Fast part manipulation with maximum care
As the Petri dish components are still warm from the manufacturing process, they are not removed using conventional gripping technology, but are form-locked and fixed by vacuum for the greatest possible protection. In the downstream automation, the molded parts are forwarded to two transfer stations, where they are also handled form-locked and thus held without force (Fig. 5). Subsequently, the transfer station turns the Petri dish bases and lids by 90 degrees in order to correctly orient one to another for assembly. The dishes are placed with the opening upwards as the lids are placed with the opening downwards into the assembly shuttle. Then the lids are placed onto the bases and the assembled Petri dishes are stacked downwards. This prevents the inside of the dish from being contaminated (the lid is larger than the base) or deforming of the product through influences of force. The warmest and most easily deformable Petri dish is always on top of the stack. Thus a total of eight stacks with an adjustable height of up to 33 dishes (max. 500 mm) are formed. The completed stacks are transported via a buffer zone to the automatic packaging station. The packing station is an improved version of the fully automatic packaging system developed by HEKUMA and proven for many years. Here, stacks are individually inserted into a film tube, which is then welded (Fig. 6). The advantage of using the blown tubular instead of a flat film as packaging material is the reduced quantity and length of the welded seams and the associated potential for leaks could be reduced. New is the ability of the system to process thinner films with a minimum wall thickness of 40 microns. Furthermore, the station has been optimized to keep pace with the higher performance requirements. The footprint of the automated system could be significantly reduced through re-engineering. The packaged stacks of Petri dishes are transported by a conveyor to manual packaging stations or to a fully automatic packaging system, where they are placed into bags or cartons.

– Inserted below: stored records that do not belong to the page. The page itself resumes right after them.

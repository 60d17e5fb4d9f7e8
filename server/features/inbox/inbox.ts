import { and, desc, eq, isNull, sql } from 'drizzle-orm';
import type { SessionUser } from '../../platform/auth/roles.ts';
import type { Executor } from '../../platform/db/client.ts';
import {
  inboxReadMarks,
  reportReviews,
  reports,
  reportVersions,
  reviewAssignments,
  signatures,
} from '../../platform/db/schema/index.ts';
import { reviewPath } from '../review/index.ts';

/**
 * What waits for one person, read from the records themselves rather than copied into a table of
 * notifications, so the inbox can never disagree with the review state:
 * - **assigned to me**: versions in review whose current round names me as reviewer and that I
 *   have not signed;
 * - **returned to me**: versions I submitted that the reviewer returned (the comment says why);
 * - **signed**: signatures on the reports I wrote.
 * Only the person's current organisation is read; another organisation's records never appear.
 */
export type InboxKind = 'assigned' | 'returned' | 'signed';

export interface InboxItem {
  kind: InboxKind;
  reportNumber: string;
  reportTitle: string;
  versionNumber: number;
  at: Date;
  /** Who signed and with what meaning (signed), or the reviewer's comment (returned). */
  detail: string | null;
  url: string;
  /** Names the item for its read mark (see `inboxReadMarks`). */
  key: string;
  read: boolean;
}

export interface Inbox {
  assigned: InboxItem[];
  returned: InboxItem[];
  signed: InboxItem[];
}

const ITEM_LIMIT = 50;

export async function inboxOf(db: Executor, person: SessionUser): Promise<Inbox> {
  const version = {
    reportId: reports.id,
    reportNumber: reports.reportNumber,
    reportTitle: reports.title,
    versionNumber: reportVersions.versionNumber,
    versionId: reportVersions.id,
  };
  const assigned = await db
    .select({
      ...version,
      at: reportReviews.submittedAt,
      detail: sql<string | null>`null`,
      tag: reportReviews.round,
    })
    .from(reviewAssignments)
    .innerJoin(reportReviews, eq(reportReviews.reportVersionId, reviewAssignments.reportVersionId))
    .innerJoin(reportVersions, eq(reportVersions.id, reviewAssignments.reportVersionId))
    .innerJoin(reports, eq(reports.id, reportVersions.reportId))
    .leftJoin(
      signatures,
      and(
        eq(signatures.reportVersionId, reviewAssignments.reportVersionId),
        eq(signatures.signerId, person.id),
      ),
    )
    .where(
      and(
        eq(reviewAssignments.reviewerId, person.id),
        eq(reviewAssignments.round, reportReviews.round),
        eq(reportReviews.state, 'in_review'),
        eq(reportReviews.organisationId, person.organisationId),
        isNull(signatures.id),
      ),
    )
    .orderBy(desc(reportReviews.submittedAt))
    .limit(ITEM_LIMIT);
  const returned = await db
    .select({
      ...version,
      at: reportReviews.updatedAt,
      detail: reportReviews.lastComment,
      tag: reportReviews.round,
    })
    .from(reportReviews)
    .innerJoin(reportVersions, eq(reportVersions.id, reportReviews.reportVersionId))
    .innerJoin(reports, eq(reports.id, reportVersions.reportId))
    .where(
      and(
        eq(reportReviews.submittedBy, person.id),
        eq(reportReviews.state, 'returned'),
        eq(reportReviews.organisationId, person.organisationId),
      ),
    )
    .orderBy(desc(reportReviews.updatedAt))
    .limit(ITEM_LIMIT);
  const signed = await db
    .select({
      ...version,
      at: signatures.signedAt,
      detail: sql<string>`${signatures.signerPrintedName} || ' — ' || ${signatures.meaning}`,
      tag: signatures.id,
    })
    .from(signatures)
    .innerJoin(reportVersions, eq(reportVersions.id, signatures.reportVersionId))
    .innerJoin(reports, eq(reports.id, reportVersions.reportId))
    .where(and(eq(reports.authorId, person.id), eq(signatures.organisationId, person.organisationId)))
    .orderBy(desc(signatures.signedAt))
    .limit(ITEM_LIMIT);
  const marks = new Set(
    (
      await db
        .select({ key: inboxReadMarks.itemKey })
        .from(inboxReadMarks)
        .where(eq(inboxReadMarks.userId, person.id))
    ).map((mark) => mark.key),
  );
  type Row = { reportId: number; reportNumber: string; reportTitle: string; versionNumber: number };
  type Found = Row & { versionId: number; tag: number; at: Date | null; detail: string | null };
  const items = (kind: InboxKind, rows: Found[]): InboxItem[] =>
    rows.map(({ reportId, versionId, tag, at, ...row }) => {
      const key = kind === 'signed' ? `signed:${tag}` : `${kind}:${versionId}:${tag}`;
      return {
        ...row,
        kind,
        at: at ?? new Date(0),
        url: reviewPath(reportId, row.versionNumber),
        key,
        read: marks.has(key),
      };
    });
  return {
    assigned: items('assigned', assigned),
    returned: items('returned', returned),
    signed: items('signed', signed),
  };
}

/** Items not marked read, all three kinds together (the header's count). */
export const unreadCount = (inbox: Inbox) =>
  [...inbox.assigned, ...inbox.returned, ...inbox.signed].filter((item) => !item.read).length;

export const INBOX_ITEM_KEY = /^(?:(?:assigned|returned):\d{1,10}:\d{1,6}|signed:\d{1,10})$/;

/** Marks one of the person's items read; a mark is the person's own, so a stray key harms nobody. */
export async function markRead(db: Executor, person: SessionUser, itemKey: string): Promise<void> {
  await db.insert(inboxReadMarks).values({ userId: person.id, itemKey }).onConflictDoNothing();
}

Flexibility and multipurpose use is part of the concept
Despite the focus on high performance, the automation concept takes into account the consistent, flexible use of all components. With interchangeable inserts, the system can be quickly converted to different Petri dish types and sizes. It is also easily possible to equip the system with additional features like corona treatment.
Summary
With the current degree of evolution of the known high-performance automation systems HEKUMA has succeeded in defending its leading position in handling performance and system efficiency. This is not solely the result of more powerful drives, but above all a continuous fine-tuning of all system modules and interfaces to each other, without compromising long-term quality.